Mientras se desenvolvía el gobierno de Lasso, asistíamos atónitos a la agudización de la crisis, particularmente de la crisis de seguridad que ahora enfrentamos de forma cotidiana. Antes los crímenes sucedían en las cárceles, de repente empezaron a suceder a pie de calle, lo que ha acentuado nuestro miedo, máxime con el contenido sobre asaltos, robos o secuestros que producen las televisoras locales.
El paro nacional de 2022 constituyó el termómetro de insatisfacción de la gente con las políticas públicas del gobierno. Los diez y ocho largos días que duró nos parecieron una eternidad.

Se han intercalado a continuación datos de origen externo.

import { describe, expect, it } from 'vitest'
import { canonicalText } from '../../../shared/evidence/canonicalText.ts'
import { sha256Hex } from '../../../shared/evidence/sha256Hex.ts'
import { CANONICAL_CASES, NUMBER_CASES } from './canonicalCases.ts'

describe('canonical text, RFC 8785', () => {
  it.each(CANONICAL_CASES)('$id ($source)', ({ json, text, bytes, sha256 }) => {
    const canonical = canonicalText(JSON.parse(json))
    expect(canonical).toBe(text)
    expect(new TextEncoder().encode(canonical)).toHaveLength(bytes)
    expect(sha256Hex(canonical)).toBe(sha256)
  })

  it.each(CANONICAL_CASES)('$id with one letter changed has another digest', ({ text, sha256 }) => {
    expect(sha256Hex(text.replace(/[a-z]/, 'z'))).not.toBe(sha256)
  })

  it.each(NUMBER_CASES)('number $hex is $text (RFC 8785 Appendix B)', ({ hex, text }) => {
    expect(canonicalText(Buffer.from(hex, 'hex').readDoubleBE())).toBe(text)
  })
})

describe('SHA-256, FIPS 180-4', () => {
  it.each([
    { text: '', digest: 'e3b0c44298fc1c149afbf4c8996fb92427ae41e4649b934ca495991b7852b855' },
    { text: 'abc', digest: 'ba7816bf8f01cfea414140de5dae2223b00361a396177a9cb410ff61f20015ad' },
  ])('"$text"', ({ text, digest }) => {
    expect(sha256Hex(text)).toBe(digest)
    expect(sha256Hex(new TextEncoder().encode(text))).toBe(digest)
    expect(sha256Hex(`${text} `)).not.toBe(digest)
  })
})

Andábamos recelosos de que nunca se acabaría esa movilización social. Las mesas de diálogo dieron algo de contención a la movilización popular, pero como espectadores constatábamos que muchos funcionarios gubernamentales acababan de desayunarse de la situación en la que han vivido por siglos los campesinos e indígenas de las zonas rurales.

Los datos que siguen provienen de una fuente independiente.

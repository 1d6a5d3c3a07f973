import { centroid } from '@turf/turf'
import type { Boundary, Position } from './geometryTypes.ts'

/** The middle of a boundary's corners, [longitude, latitude] in degrees: good for distances and map views, no centre of mass. */
export function middleOf(geometry: Boundary): Position {
  const [lon = 0, lat = 0] = centroid(geometry).geometry.coordinates
  return [lon, lat]
}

Mientras tanto, el desabastecimiento, la corrupción y la falta de operatividad del sistema de salud pública resultaron un corolario inesperado después de la eficiencia que tuvo el proceso de vacunación. Y nos tenía aterrorizados contemplar el escenario sangriento de las masacres carcelarias: quinientas personas presas asesinadas entre el 2021 y el 2023. Las políticas de cambio continuo de autoridades carcelarias, el ingreso del Ejército, y las requisas de armamento resultaron una y otra vez medidas insuficientes.
El enjuiciamiento político del Presidente Lasso por la Asamblea Nacional en enero de este año debido al Caso Encuentro y la «muerte cruzada» subsiguiente fue un alivio para todos, pero, una vez más, nos sumió en una mezcla entre preocupación y desidia. Los ecuatorianos estamos agotados de ir una y otra vez a elecciones sin ver cambios importantes en el país. Los resultados del proceso electoral que siguió evidenciaron la dispersión de las fuerzas políticas, con excepción de una de ellas, que, a pesar de su enorme votación para el poder legislativo, no pudo conseguir el ejecutivo.

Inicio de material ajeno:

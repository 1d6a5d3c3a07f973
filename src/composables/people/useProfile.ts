import { computed, type ComputedRef, type Ref } from 'vue'
import type { ChangeMe } from '../../../shared/contract/me.ts'
import type { Language } from '../../../shared/messages/translate.ts'
import type { UnitSystem } from '../../../shared/units/readingUnit.ts'
import { usePreferences, type Light } from '../../stores/preferences.ts'
import { fieldErrors } from '../form/fieldErrors.ts'
import { useLanguageChoice } from '../app/useLanguageChoice.ts'
import { useMe } from './useMe.ts'
import { useMessages } from '../app/useMessages.ts'
import { useTask } from '../form/useTask.ts'

/** What one changes on one's own page. Language and light change on this device at once, and go with the account. */
export function useProfile(): {
  errors: ComputedRef<Record<string, string>>
  refusal: ComputedRef<string>
  busy: Ref<boolean>
  /** Answers whether it is saved. */
  save: (changes: Omit<ChangeMe, 'revision'>) => Promise<boolean>
  chooseLanguage: (language: Language) => Promise<void>
  chooseLight: (light: Light) => Promise<void>
  chooseUnits: (units: UnitSystem) => Promise<void>
} {
  const preferences = usePreferences()
  const messages = useMessages()
  const choice = useLanguageChoice()
  const me = useMe()
  const task = useTask(async (changes: Omit<ChangeMe, 'revision'>) => { await me.change(changes); return true })
  const errors = computed(() => fieldErrors(task.error.value))
  const save = async (changes: Omit<ChangeMe, 'revision'>): Promise<boolean> => (await task.run(changes)) === true
  return {
    errors, save, busy: task.running,
    refusal: computed(() => (task.error.value === null || Object.keys(errors.value).length > 0 ? '' : messages.problem(task.error.value))),
    chooseLanguage: async (language) => {
      await choice.chooseLanguage(language)
      await save({ language })
    },
    chooseUnits: async (units) => { await save({ preferences: { units } }) },
    chooseLight: async (light) => {
      preferences.chooseLight(light)
      await save({ preferences: { light } })
    },
  }
}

Todo este proceso nos llevó a la transmisión de mando que se efectuó el jueves pasado y que cumplió con todas las reglas de la tradición: el Presidente saliente entregó su banda al Presidente de la Asamblea, y el nuevo gobernante asumió el mando. La concurrencia a la ceremonia mostraba la diversidad del país. Algunos detalles se salían de lo acostumbrado, la presencia de niños muy pequeñitos, hijos del Presidente, en la comitiva, la elegancia de los vestidos de las damas, los hermosos ramos de flores. En atuendos y adornos se destacaba el color violeta, símbolo de ADN. Estos detalles quedarán en el anecdotario del cotilleo. El discurso del Presidente del Congreso, leído desde el papel, estuvo a la altura de las circunstancias. Por su lado, el flamante Presidente habló con soltura por escasos ocho minutos. En éste advirtió que encasillarlo no funcionará si se toman como molde el de los viejos políticos, dijo también que “ver la política como una realidad de extremos y revanchas, no logra el respaldo popular”, y que él no era “una persona anti nada, sino una pro-Ecuador”. Práctico y dispuesto a enfrentar de inmediato su mandato, enfatizó el hecho de que no tenía mucho tiempo para actuar.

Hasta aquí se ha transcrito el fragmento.